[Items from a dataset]
def library_birge(points):
    """Birge ratio sqrt(max(1, chi^2 / n)) of the two zero-point methods' disagreement over the
    templates (:class:`ZeroPoint` ``points`` whose check is finite), and the number n of them.

    chi^2 = sum (lines - check)^2 / (err_lines^2 + err_check^2): the two methods see different pixels
    (line centres; whole segments, blends included) against one synthetic spectrum, so for errors
    that hold chi^2 / n is about 1 (Birge 1932: a larger one scales the errors). Their shared part
    (the synthetic spectrum's line list) does not show in it.
    """
    z = [p for p in points if np.isfinite(p.check_kms) and np.isfinite(p.lines_kms)]
    if not z:
        return 1.0, 0
    chi2 = sum((p.lines_kms - p.check_kms) ** 2 / (p.lines_err_kms ** 2 + p.check_err_kms ** 2) for p in z)
    return math.sqrt(max(1.0, chi2 / len(z))), len(z)


def _median_and_error(values):
    """(median, its Maritz-Jarrett standard error, n); NaN below 3.

    The single lines' offsets are heavy-tailed (blends move single lines by 10-90 km/s), where
    1.2533 sd / sqrt(n) (the normal distribution's, used before) is set by the tails the median
    ignores: about 5 km/s for the solar types against 3.2-3.3 from a bootstrap of the median
    (measured). The Maritz & Jarrett (1978) estimate (scipy.stats.mstats.mjci) weighs the order
    statistics by the median's own sampling distribution (a beta distribution, whatever the values'
    distribution): no normality, no random numbers (a bootstrap's would make the file depend on a seed).
    """
    from scipy.stats.mstats import mjci

    v = np.asarray(values, float)
    v = v[np.isfinite(v)]
    if v.size < 3:
        return float("nan"), float("nan"), int(v.size)
    return float(np.median(v)), float(mjci(v, prob=[0.5])[0]), int(v.size)


def _gaussian_dip(x, centre, sigma, depth, c0, c1):
    return c0 + c1 * (x - centre) - depth * np.exp(-0.5 * ((x - centre) / sigma) ** 2)


def _line_centre(x, y, guess):
    """Centre (A) of a Gaussian dip on a sloping continuum fitted to (x, y); NaN when the fit fails
    or finds no line of plausible width (0.5-2.5 A sigma) within 1.5 A of ``guess``."""
    import warnings

    from scipy.optimize import OptimizeWarning, curve_fit

    try:
        with warnings.catch_warnings():
            warnings.simplefilter("ignore", OptimizeWarning)   # the centre is used, not its covariance
            p, _ = curve_fit(_gaussian_dip, x, y, p0=[guess, 1.1, 0.2, 1.0, 0.0], maxfev=2000)
    except (RuntimeError, ValueError):
        return float("nan")
    if abs(p[0] - guess) < 1.5 and 0.5 < p[1] < 2.5 and p[2] > 0.02:
        return float(p[0])
    return float("nan")


def zero_point_lines(sptype, lumclass):
    """(ids, air wavelengths A) of the lines a zero point of this type is measured on: atomic
    lines other than hydrogen's, of model strength at least ``ZP_MIN_STRENGTH``, with no listed
    atomic line of more than ``ZP_CROWD_RATIO`` of their strength within ``ZP_CROWD_AA``."""
    t = synth.line_strengths(sptype, lumclass)
    atomic = np.asarray(t["kind"]) == "atomic"
    wave = t["wave_air"].to_value(u.AA)
    strength = np.asarray(t["strength"], float)
    ids = np.asarray(t["id"]).astype(str)
    keep = []
    for j in np.flatnonzero(atomic & (strength > ZP_MIN_STRENGTH)):
        if ids[j].startswith("H_"):
            continue
        near = atomic & (np.abs(wave - wave[j]) < ZP_CROWD_AA)
        near[j] = False
        if not np.any(strength[near] > ZP_CROWD_RATIO * strength[j]):
            keep.append(j)
    return ids[keep], wave[keep]


def measure_zero_point(wave_air, flux, fwhm, sptype, lumclass):
    """Zero point of a normalised template against laboratory wavelengths (see the module docstring).

    Parameters
    ----------
    wave_air : numpy.ndarray
        Air wavelengths (A), increasing, uniformly spaced.
    flux : numpy.ndarray
        Continuum-normalised flux (NaN where undefined).
    fwhm : float
        The template's resolution, FWHM in A (constant).
    sptype, lumclass : str
        The template's MK type: the synthetic spectrum it is compared with.

    Returns
    -------
    ZeroPoint
    """
    from .obsinfo import air_to_vacuum

    wave_air = np.asarray(wave_air, float)
    flux = np.asarray(flux, float)
    c_kms = float(C_KMS)
    ids, lines = zero_point_lines(sptype, lumclass)
    used = []
    for ident, w0 in zip(ids, lines):
        sel = np.abs(wave_air - w0) < ZP_HALF_WINDOW_AA
        if sel.sum() < 5 or not np.all(np.isfinite(flux[sel])):
            continue
        x = wave_air[sel]
        model = synth.normalised_flux(sptype, lumclass, air_to_vacuum(x * u.AA).to_value(u.AA), w0 / fwhm)
        got, lab = _line_centre(x, flux[sel], w0), _line_centre(x, model, w0)
        if np.isfinite(got) and np.isfinite(lab):
            used.append((str(ident), float(w0), (got - lab) / w0 * c_kms))
    lines_kms, lines_err, n_lines = _median_and_error([u_[2] for u_ in used])
    check, check_err, n_seg = _segment_check(wave_air, flux, fwhm, sptype, lumclass)
    return ZeroPoint(lines_kms, lines_err, n_lines, tuple(used), check, check_err, n_seg)


def _segment_check(wave_air, flux, fwhm, sptype, lumclass):
    """(median, its error, segments) of the template's velocity against the synthetic spectrum of its
    type, per wavelength segment, Balmer lines and their wings masked (see ``ZP_*``)."""
    from scipy.ndimage import gaussian_filter1d

    from .linelist import load_linelist
    from .mktypes import sptype_to_code

    lo, hi = np.log(3700.0), np.log(7350.0)
    n = int((hi - lo) / ZP_CHECK_STEP)
    grid = lo + ZP_CHECK_STEP * np.arange(n)
    wave_vac = np.exp(grid)
    f, valid = _resampled(wave_air, flux, fwhm, grid, ZP_CHECK_R)
    model = synth.normalised_flux(sptype, lumclass, wave_vac, ZP_CHECK_R)
    # continuum residuals and band shapes out: a Gaussian of 8 resolution elements (as the velocity stage)
    sigma = 8.0 / ZP_CHECK_R / ZP_CHECK_STEP
    a = np.where(valid, f - 1.0, 0.0)
    a = a - gaussian_filter1d(a, sigma)
    b = (model - 1.0) - gaussian_filter1d(model - 1.0, sigma)
    weight = valid.astype(float)
    half = ZP_BALMER_HALF_AA[0] if sptype_to_code(sptype) < 35 else ZP_BALMER_HALF_AA[1]
    wave_air_grid = vacuum_to_air(wave_vac * u.AA).to_value(u.AA)
    listed = load_linelist("stellar")
    balmer = listed["wave_air"][np.isin(np.asarray(listed["id"]).astype(str), ZP_BALMER_IDS)].to_value(u.AA)
    for w0 in balmer:
        weight[np.abs(wave_air_grid - w0) < half] = 0.0
    edges = np.linspace(0, n, ZP_CHECK_SEGMENTS + 1).astype(int)
    out = []
    reach = 25   # lags, +-75 km/s
    lags = np.arange(-reach, reach + 1)
    for i0, i1 in zip(edges[:-1], edges[1:]):
        w, x, y = weight[i0:i1], a[i0:i1], b[i0:i1]
        if w.sum() < 0.3 * (i1 - i0):
            continue
        core = slice(reach, x.size - reach)
        cc = np.array([np.sum(w[core] * x[core] * y[reach - k:x.size - reach - k]) for k in lags])
        cc /= math.sqrt(np.sum(w * x * x) * np.sum(w * y * y)) + 1e-300
        k = int(np.argmax(cc))
        if k in (0, cc.size - 1) or cc[k] < 0.3:
            continue
        y0, y1, y2 = cc[k - 1:k + 2]
        out.append((lags[k] + 0.5 * (y0 - y2) / (y0 - 2 * y1 + y2)) * ZP_CHECK_STEP * float(C_KMS))
    return _median_and_error(out)


def _mask_flux(grid, sptype, lumclass, resolving_power):
    """Weighted line mask: a Gaussian of the instrumental width per atomic line, depth ~ model strength."""
    t = synth.line_strengths(sptype, lumclass)
    sel = (np.asarray(t["kind"]) == "atomic") & (np.asarray(t["strength"]) > 0)
    lnc = np.log(t["wave_vac"].to_value(u.AA)[sel])
    ew = np.asarray(t["strength"])[sel]
    sig = FWHM_TO_SIGMA / float(resolving_power)
    # weight = central depth a line of that EW would have at this resolution, capped (# common practice)
    depth = np.minimum(ew / (np.exp(lnc) * sig * math.sqrt(2 * math.pi)), 0.8)
    out = np.zeros_like(grid)
    for c, dep in zip(lnc, depth):
        j0, j1 = np.searchsorted(grid, [c - 6 * sig, c + 6 * sig])
        out[j0:j1] += dep * np.exp(-0.5 * ((grid[j0:j1] - c) / sig) ** 2)
    return 1.0 - out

## Action item
If a line in the records contains the word "blends", copy it out.

## Solution to this exercise
    (line centres; whole segments, blends included) against one synthetic spectrum, so for errors
    The single lines' offsets are heavy-tailed (blends move single lines by 10-90 km/s), where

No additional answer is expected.